I want to solve the following problem (20-4 in Lee's book on smooth manifolds, second edition):
I am quite new to these affairs, and would like you to check my proof.
My attempt at a solution:
In rigor, we should perhaps write
$$
F(X,Y)=\exp(X)|_A\exp|_B(Y)
$$
From Prop. 20.8(e) of the same book, I know that the exponential map restricts to a diffeomorphism from a neighborhood of $0\in \mathfrak{g}$ to a neighborhood of $e\in G$. So there is a neighborhood $U$ of $0$ such that $\exp|_U$ is a diffeomorphism, and therefore both $\exp|_{U\cap A}$ and $\exp|_{U\cap B}$ are also diffeomorphisms.
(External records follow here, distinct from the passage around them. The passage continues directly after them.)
fn json_number(v: &serde_json::Value) -> f64 {
    match v {
        serde_json::Value::String(s) if s == "inf" => f64::INFINITY,
        serde_json::Value::String(s) if s == "-inf" => f64::NEG_INFINITY,
        other => other.as_f64().unwrap(),
    }
}

#[test]
fn stored_reference_table() {
    // tests/reference/polytope_scipy.json: SciPy 1.17.1 multivariate_normal.cdf rectangles
    // and mpmath 1.3.0 one-factor 1-D reductions (see the generating script).
    let text = include_str!("reference/polytope_scipy.json");
    let table: Table = serde_json::from_str(text).unwrap();
    assert!(table.cases.len() >= 15);
    let (mut max_abs, mut max_rel) = (0.0_f64, 0.0_f64);
    for case in &table.cases {
        let n = case.mean.len();
        let cov: Vec<f64> = case.cov.iter().flatten().copied().collect();
        let g = gaussian(&case.mean, &cov);
        let mut p = Polytope::new();
        for i in 0..n {
            let band = Band::open(json_number(&case.lower[i]), json_number(&case.upper[i]));
            p.push(unit(n, i), band);
        }
        let t = if case.rel {
            tol(0.0, 1e-6)
        } else {
            tol(1e-9, 0.0)
        };
        // Best effort: a 6-D case may not reach 1e-9 within the budget; its honest (larger)
        // bound is then what the reference must fall inside.
        let r = g.probability_best_effort(&p, &t).unwrap();
        let diff = (r.estimate.value - case.value).abs();
        max_abs = max_abs.max(diff);
        max_rel = max_rel.max(diff / case.value);
        assert_covers(
            &case.name,
            r.estimate.value,
            r.estimate.error,
            case.value,
            case.tol,
        );
        if case.rel {
            assert!(r.estimate.error <= 1e-6 * case.value, "{}", case.name);
        }
    }
    println!("reference table: max |diff| {max_abs:.3e}, max relative {max_rel:.3e}");
}

fn factorial(n: usize) -> f64 {
    (1..=n).map(|k| k as f64).product()
}

/// Rows `z_i - z_j > 0` for all `i < j`: the ordering `z_1 > z_2 > ... > z_r`.
fn ordering_rows(r: usize, p: &mut Polytope) {
    for i in 0..r {
        for j in (i + 1)..r {
            let mut row = vec![0.0; r];
            row[i] = 1.0;
            row[j] = -1.0;
            p.push(row, Band::above(0.0));
        }
    }
}

#[test]
fn ordering_polytopes_are_one_over_r_factorial() {
    // For iid standard normals every ordering is equally likely, so
    // P(z_1 > ... > z_r) = 1 / r! (exchangeability). All r (r - 1) / 2 pairwise rows are
    // given, so m > r and most rows are redundant without being parallel.
    for r in 3..=6 {
        let cov: Vec<f64> = (0..r * r)
            .map(|k| if k / r == k % r { 1.0 } else { 0.0 })
            .collect();
        let g = gaussian(&vec![0.0; r], &cov);
        let mut p = Polytope::new();
        ordering_rows(r, &mut p);
        let res = g.probability_detailed(&p, &tol(1e-7, 0.0)).unwrap();
        // The differences of r coordinates span r - 1 dimensions: two conditioning
        // variables are exact, three nested, more go to the lattice.
        let expected = match r {
            3 => Method::Planar,
            4 => Method::Nested,
            _ => Method::Lattice,
        };
        assert_eq!(res.method, expected, "r = {r}");
        let exact = 1.0 / factorial(r);
        assert_covers(
            &format!("r = {r}"),
            res.estimate.value,
            res.estimate.error,
            exact,
            1e-15,
        );
    }
}

#[test]
fn ordered_tail_keeps_relative_accuracy() {
    // P(z_1 > ... > z_4 > 3) for iid standard normals = P(Z > 3)^4 / 4! (all four above 3,
    // then each ordering equally likely), about 1.4e-13. P(Z > 3) from mpmath 1.3.0:
    // 0.0013498980316300945266518147676.
    let sf3 = 0.001_349_898_031_630_094_5_f64;
    let r = 4;
    let cov: Vec<f64> = (0..r * r)
        .map(|k| if k / r == k % r { 1.0 } else { 0.0 })
        .collect();
    let g = gaussian(&vec![0.0; r], &cov);
    let mut p = Polytope::new();
    ordering_rows(r, &mut p);
    for i in 0..r {
        p.push(unit(r, i), Band::above(3.0));
    }
    let res = g.probability_detailed(&p, &tol(0.0, 1e-4)).unwrap();
    let exact = sf3.powi(4) / 24.0;
    assert_covers(
        "ordered tail",
        res.estimate.value,
        res.estimate.error,
        exact,
        1e-16 * exact,
    );
    assert!(res.estimate.error <= 1e-4 * exact);
    assert!((res.estimate.value / exact - 1.0).abs() < 1e-4);
}
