/// Multipliers `x >= 0` with `a x = b` (`b >= 0`) that minimise `c . x`, by the two-phase
/// simplex method with Bland's rule; the best found when the pivot limit is reached, and
/// all zero when no feasible point was found.
fn minimise(a: &[Vec<f64>], b: &[f64], c: &[f64]) -> Vec<f64> {
    let q = c.len();
    let mut t = Tableau::new(a, b, q);
    // Phase 1: reach a feasible point (artificial variables out of the way).
    let phase_one: Vec<f64> = (0..q + t.rows)
        .map(|j| if j < q { 0.0 } else { 1.0 })
        .collect();
    t.run(&phase_one, q + t.rows);
    let infeasibility: f64 = (0..t.rows)
        .filter(|&i| t.basis[i] >= q)
        .map(|i| t.rhs(i).abs())
        .sum();
    if infeasibility > tolerance::SIMPLEX_FEASIBLE_ABS {
        return vec![0.0; q];
    }
    t.drive_out_artificials(q);
    // Phase 2: the objective, with the artificial columns barred from entering.
    let phase_two: Vec<f64> = (0..q + t.rows)
        .map(|j| if j < q { c[j] } else { 0.0 })
        .collect();
    t.run(&phase_two, q);
    let mut x = vec![0.0; q];
    for i in 0..t.rows {
        if t.basis[i] < q {
            x[t.basis[i]] = t.rhs(i).max(0.0);
        }
    }
    x
}

/// A dense simplex tableau `[A | I | b]` in canonical form for its basis.
struct Tableau {
    rows: usize,
    width: usize,
    cells: Vec<f64>,
    basis: Vec<usize>,
}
Take $V=U\cap A\times U\cap B$. Notice that $(0,0)\in V$. Also,
$$
F|_V(X,Y)=\exp|_{U\cap A}(X) \exp|_{U\cap B}(Y)=\\
=\exp|_{U\cap A}(\pi_1(X,Y)) \exp|_{U\cap B}(\pi_2(X,Y))
$$
So $F=(\exp|_{U\cap A}\circ\pi_1)\cdot (\exp|_{U\cap B}\circ\pi_2)$. Being the product of the composition of diffeomorphisms, $F$ is itself a diffeomorphism. $\square$
The differential of $exp$ at $0$ is the identity. This implies that $\partial_XF(X,Y)_{(0,0)}(u)=u$ and $\partial_YF(X,Y)_{(0,0)}(v)=v$. We deduce that $dF_{(0,0)}=Id$. The local inversion theorem implies that $F$ is a local diffeomorphism in a neighborhood of $(0,0)$.
For your argument $dim(U\cap A)<dim G$, so $exp_{\mid U\cap A}$ cannot be a diffeomorphism.